We brought in design engineers, and we just kind of batted around ideas, soliciting the public for input. And this is the one that floated to the top, this chicane idea. And the reason we liked it was because we could experiment with it.
Mary Williams Engisch: How did this year's one stuckage actually happen? And did having the chicanes improve the extraction process?
Todd Sears: Having the chicanes didn't really improve the extraction process. I mean, the upside was it was not a tractor trailer. It was a bus. It was a local bus that that got stuck up there. We don't know exactly how it got up there. There's no chicane course on the downward side, so it could have gone up the downward side.
Mary Williams Engisch: The chicanes are meant to be temporary right now, going to collect some more years of data, and then what are next steps?

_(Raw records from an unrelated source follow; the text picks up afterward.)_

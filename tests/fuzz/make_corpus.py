#!/usr/bin/env python3
"""Writes the seed corpora in tests/fuzz/corpus/<target>/: a few valid inputs (excerpts of
tests/data and demo-patients) and edge cases. Run from anywhere; it rewrites the folder."""
import pathlib
import shutil

HERE = pathlib.Path(__file__).resolve().parent
ROOT = HERE.parent.parent
CORPUS = HERE / "corpus"


def head(path, lines):
    with open(ROOT / path, "rb") as f:
        return b"".join(f.readline() for _ in range(lines))


def nested(open_, close, depth):
    return open_ * depth + close * depth


CSV = {
    "dispensing_data": (ROOT / "tests/data/import/dispensing.csv").read_bytes(),
    "dispensing_bad": (ROOT / "tests/data/import/dispensing_bad.csv").read_bytes(),
    "dispensing_mapped": (ROOT / "tests/data/import/dispensing_mapped.csv").read_bytes(),
    "patients": (ROOT / "tests/data/import/patients.csv").read_bytes(),
    "practices": (ROOT / "tests/data/import/practices.csv").read_bytes(),
    "reviews": (ROOT / "tests/data/import/reviews.csv").read_bytes(),
    "demo_dispensing": head("demo-patients/dispensing.csv", 6),
    "demo_patients": head("demo-patients/patients.csv", 5),
    "bom_crlf": b"\xef\xbb\xbfpatient_id,reviewed_on\r\nP1,2024-01-20\r\nP2,20/01/2024\r\n",
    "cr_only": b"patient_id,reviewed_on\rP1,2024-01-20\rP2,2024-01-21\r",
    "quotes": b'practice,name,network,list_size\n"A1","Say ""hello"", twice",N,"12"\n'
              b'A2,"two\nlines",N,3\nA3,x"y,N,4\nA4,"a"b,N,5\n"A5\n',
    "blank_lines": b"patient_id,reviewed_on\n\n   \n\t\nP1,2024-01-20\n \r\n",
    "nul": b"patient_id,reviewed_on\nP\x001,2024-01-20\n\x00\n",
    "invalid_utf8": b"patient_id,reviewed_on\nP\xff1,2024-01-20\n\xc3\x28,\xed\xa0\x80\n\xf4\x90\x80\x80\n",
    "huge_numbers": b"patient_id,dispensed_on,product,quantity,days_supply\n"
                    b"P1,2024-01-03,x,1e308,999999999\nP1,2024-01-03,x,1e309,1e9\n"
                    b"P1,2024-01-03,x,-0,2147483648\nP1,2024-01-03,x,nan,inf\n"
                    b"P1,2024-01-03,x,0x10,00028.0\n",
    "limits": b"aaaaaaa,bbbbbbbb\r\n1,2,3,4,5,6\n" + b" " * 50 + b"\n\"1234567\"\r\n",
    "dates": b"patient_id,birth_date,sex,practice,registered_from,registered_to\n"
             b"P1,1939,F,WV01,2020-02-29,2019-02-28\nP2,1939-07,m,,2021-02-29,\n"
             b"P3,1799-12-31,U,,2024-03-01T10:00:00Z,\n",
}

NDJSON = {
    "data": (ROOT / "tests/data/import/dispensing.ndjson").read_bytes()[:3000].rsplit(b"\n", 1)[0] + b"\n",
    "bom_crlf": b'\xef\xbb\xbf{"resourceType":"Patient","id":"P1","gender":"x"}\r\n\r\n'
                b'{"resourceType":"Patient","id":"P2","birthDate":"1939"}',
    "not_json": b'{"resourceType":\n[1,2]\n"text"\n{"resourceType":"Observation"}\n{}\n',
    "invalid_utf8": b'{"resourceType":"Patient","id":"\xff"}\n{"resourceType":"Patient","id":"\xed\xa0\x80"}\n',
    "nul": b'{"resourceType":"Patient","id":"P\x00"}\n\x00\n',
    "huge_numbers": b'{"resourceType":"MedicationDispense","subject":{"reference":"Patient/1"},'
                    b'"medicationCodeableConcept":{"text":"x"},"whenHandedOver":"2024-01-01",'
                    b'"quantity":{"value":1e308},"daysSupply":{"value":1e999}}\n'
                    b'{"resourceType":"MedicationDispense","subject":{"reference":"Patient/1"},'
                    b'"medicationCodeableConcept":{"text":"x"},"whenHandedOver":"2024-01-01",'
                    b'"quantity":{"value":18446744073709551616},"daysSupply":{"value":-1}}\n',
    "status_nested": b'{"resourceType":"MedicationDispense","status":' + nested(b"[", b"]", 2000) + b"}\n",
    "deep": nested(b"[", b"]", 20000) + b"\n",
    "structured": b'{"resourceType":"MedicationDispense","subject":{"reference":"Patient/1"},'
                  b'"medicationReference":{"reference":"#m"},"contained":[{"resourceType":"Medication",'
                  b'"id":"m","code":{"coding":[{"system":"ATC","code":"C08CA01"}]}}],'
                  b'"whenPrepared":"2024-01-01","quantity":{"value":100,"unit":"ml"},'
                  b'"dosageInstruction":[{"sequence":1,"timing":{"repeat":{"frequency":1e300,'
                  b'"period":1e-300,"periodUnit":"s"}},"doseAndRate":[{"doseQuantity":{"value":1e300,"unit":"ml"}}]}]}\n',
    "fixture_r4": (ROOT / "tests/data/fhir/dispensing_r4.ndjson").read_bytes(),
    "references": b'{"resourceType":"MedicationDispense","id":"a","status":"completed",'
                  b'"subject":{"reference":"Patient/../../X/_history/1"},"medicationCodeableConcept":{"text":"x"},'
                  b'"quantity":{"value":1},"whenHandedOver":"2024-01-01"}\n'
                  b'{"resourceType":"MedicationDispense","id":7,"status":"completed",'
                  b'"subject":{"identifier":{"system":"s","value":"v"}},"medicationReference":{"reference":"Medication/m"},'
                  b'"quantity":{"value":1,"code":"1"},"daysSupply":{"value":36,"code":"h"},"whenHandedOver":"2024-01-01"}\n'
                  b'{"fullUrl":"urn:uuid:7b1e4d2c-5a6f-4b3e-8c9d-0e1f2a3b4c5d","resource":{"resourceType":"Patient",'
                  b'"id":"p","identifier":[{"value":"v"}]}}\n'
                  b'{"resourceType":"Medication","id":"m","ingredient":[{"itemCodeableConcept":{"text":"x"},'
                  b'"strength":{"numerator":{"value":1e308,"unit":"ug"},"denominator":{"value":0,"unit":"mL"}}}]}\n',
}

DOSAGE = {
    "prn": b"1-2 tablets four times a day when required",
    "night": b"one at night",
    "ml_tds": b"5ml tds",
    "as_directed": b"as directed",
    "max": b"one or two puffs when required, max 8 in 24 hours",
    "weekly": b"take ONE tablet once a week on Monday",
    "huge": b"99999999999999999999999 tablets every 0.000000001 hours",
    "fractions": b"1/2 tablet bd \xc2\xbd tablet mane",
    "invalid_utf8": b"one \xff tablet \xc3\x28 daily",
    "nul": b"one\x00tablet daily",
    "fhir_dose": b'{"doseAndRate":[{"doseQuantity":{"value":1,"unit":"tablet"}}],'
                 b'"timing":{"repeat":{"frequency":2,"period":1,"periodUnit":"d"}}}',
    "fhir_range": b'{"doseAndRate":[{"doseRange":{"low":{"value":1},"high":{"value":2,"unit":"tablet"}}}],'
                  b'"timing":{"repeat":{"frequency":1,"frequencyMax":4,"period":4,"periodMax":6,"periodUnit":"h"}}}',
    "fhir_prn": b'{"asNeededBoolean":true,"maxDosePerPeriod":{"numerator":{"value":8},'
                b'"denominator":{"value":1,"unit":"d"}},"text":"1-2 puffs prn"}',
    "fhir_list": b'[{"sequence":1,"timing":{"code":{"coding":[{"code":"BID"}]}},'
                 b'"doseAndRate":[{"doseQuantity":{"value":1}}]},{"sequence":2,"timing":{"repeat":'
                 b'{"when":["MORN","NIGHT"]}},"doseAndRate":[{"doseQuantity":{"value":2}}]}]',
    "fhir_huge": b'{"doseAndRate":[{"doseQuantity":{"value":1e308}}],'
                 b'"timing":{"repeat":{"frequency":1e308,"period":1e-300,"periodUnit":"s"}}}',
    "fhir_types": b'{"doseAndRate":[{"doseQuantity":{"value":"1"}}],"timing":{"repeat":{"frequency":[],'
                  b'"period":{},"periodUnit":3,"when":"MORN"}},"asNeededBoolean":"yes"}',
    "deep": nested(b"[", b"]", 20000),
}

RESOLVER = {
    "tablet": b"Amlodipine 5mg tablets",
    "combination": b"Co-codamol 30mg/500mg tablets",
    "liquid": b"Oramorph 10mg/5ml oral solution",
    "patch": b"Buprenorphine 5micrograms/hour seven day transdermal patches",
    "percent": b"Hydrocortisone 1% cream 30g",
    "code": b"anything\nC08CA01\nATC",
    "code_uri": b"\nN02AJ06\nhttp://www.whocc.no/atc",
    "non_medicine": b"Sterile wound contact layer dressing 10cm x 10cm",
    "accents": b"CHLORPHENAMINE MALEATE 4MG TABLETS \xc2\xb5g \xce\xbcg Caf\xc3\xa9",
    "huge": b"Amlodipine 1e308mg/0.0000000000000000000001ml 99999999999999999999999999mg",
    "invalid_utf8": b"Amlo\xffdipine \xc3\x28 5mg\ncode\xff\nATC\xfe",
    "nul": b"Amlodipine\x005mg tablets",
    "units": b"Insulin glargine 100units/ml 3ml cartridge",
}

REPORT = {
    "demo": (ROOT / "demo-patients/network.json").read_bytes(),
    "minimal": b'{"title":"T","network":"N","criteria":["items>=10"]}',
    "bom": b'\xef\xbb\xbf{"title":"T","network":"N","criteria":["acb>=3","dbi>=1"],"on":"2024-03-31"}',
    "full": b'{"title":"T","network":"N","criteria":["items>=10"],"months":240,"suppress_below":1000,'
            b'"practices":["A","B"],"measure":"lookback","window":3660,"grace_days":0,"carryover":true,'
            b'"default_supply_days":1,"max_supply_days":3660,"count_by":"ingredient","exclude_prn":true,'
            b'"exclude_route":["topical","inhaled"],"scale":"acb","worklist_limit":100000,'
            b'"pseudonymise_key":"key.txt","digests":{"from":"a@b","to":["c@d"],"practice_to":{"A":["e@f"]},'
            b'"triggers":{"rise_patients":1,"rise_percent":0.5,"above_upper_limit":false}}}',
    "wrong_types": b'{"title":1,"network":[],"criteria":"items>=10","months":1.5}',
    "huge_numbers": b'{"title":"T","network":"N","criteria":["items>=10"],"months":18446744073709551615,'
                    b'"worklist_limit":-9223372036854775808,"digests":{"triggers":{"rise_percent":1e999}}}',
    "header_injection": b'{"title":"T","network":"N","criteria":["items>=10"],"digests":{"from":"a\\r\\nBcc: x"}}',
    "invalid_utf8": b'{"title":"T\xff","network":"N","criteria":["items>=10"]}',
    "nul": b'{"title":"T\x00","network":"N"}',
    "deep": b'{"title":"T","network":"N","criteria":["items>=10"],"scale":' + nested(b"[", b"]", 20000) + b"}",
    "unknown_key": b'{"title":"T","network":"N","criteria":["items>=10"],"titel":"x"}',
}


def write(target, files):
    folder = CORPUS / target
    folder.mkdir(parents=True, exist_ok=True)
    for name, data in files.items():
        (folder / name).write_bytes(data)


if __name__ == "__main__":
    shutil.rmtree(CORPUS, ignore_errors=True)
    write("csv_reader", CSV)
    write("fhir_reader", NDJSON)
    write("dosage_text", DOSAGE)
    write("resolver", RESOLVER)
    write("report_config", REPORT)
    total = sum(p.stat().st_size for p in CORPUS.rglob("*") if p.is_file())
    print(f"{total} bytes in {sum(1 for p in CORPUS.rglob('*') if p.is_file())} files")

Maybe permanent chicanes down the line?
Todd Sears: That's going to be a question that needs to be asked, I think, in future years, too, is once we do have the data — and it's going to be at least one more season that we'll collect on — and then from there, there is a process that we need to go through for all of our infrastructure projects that we do. There's a funding and financial component to it as well, but I can say that it will play out much better having good data behind it. And that's sort of the purpose of what we've done here this year, and attempt to do next year.
Mary Williams Engisch: Do you still wake up at night in a cold sweat thinking that there's going to be a tractor trailer to extract from the Notch or...
Todd Sears: No, it's not really a cold sweat. I was very, very disappointed in September when that bus got stuck up there. I consider the season a win for us, you know, for us, for everybody, not just AOT, but all of us that participated in this. I consider it to be a win of a season. But it sure would have been nice to have a big fat zero.
Mary Williams Engisch: Well, there's always next year for the big zero, right? We can all look forward to that.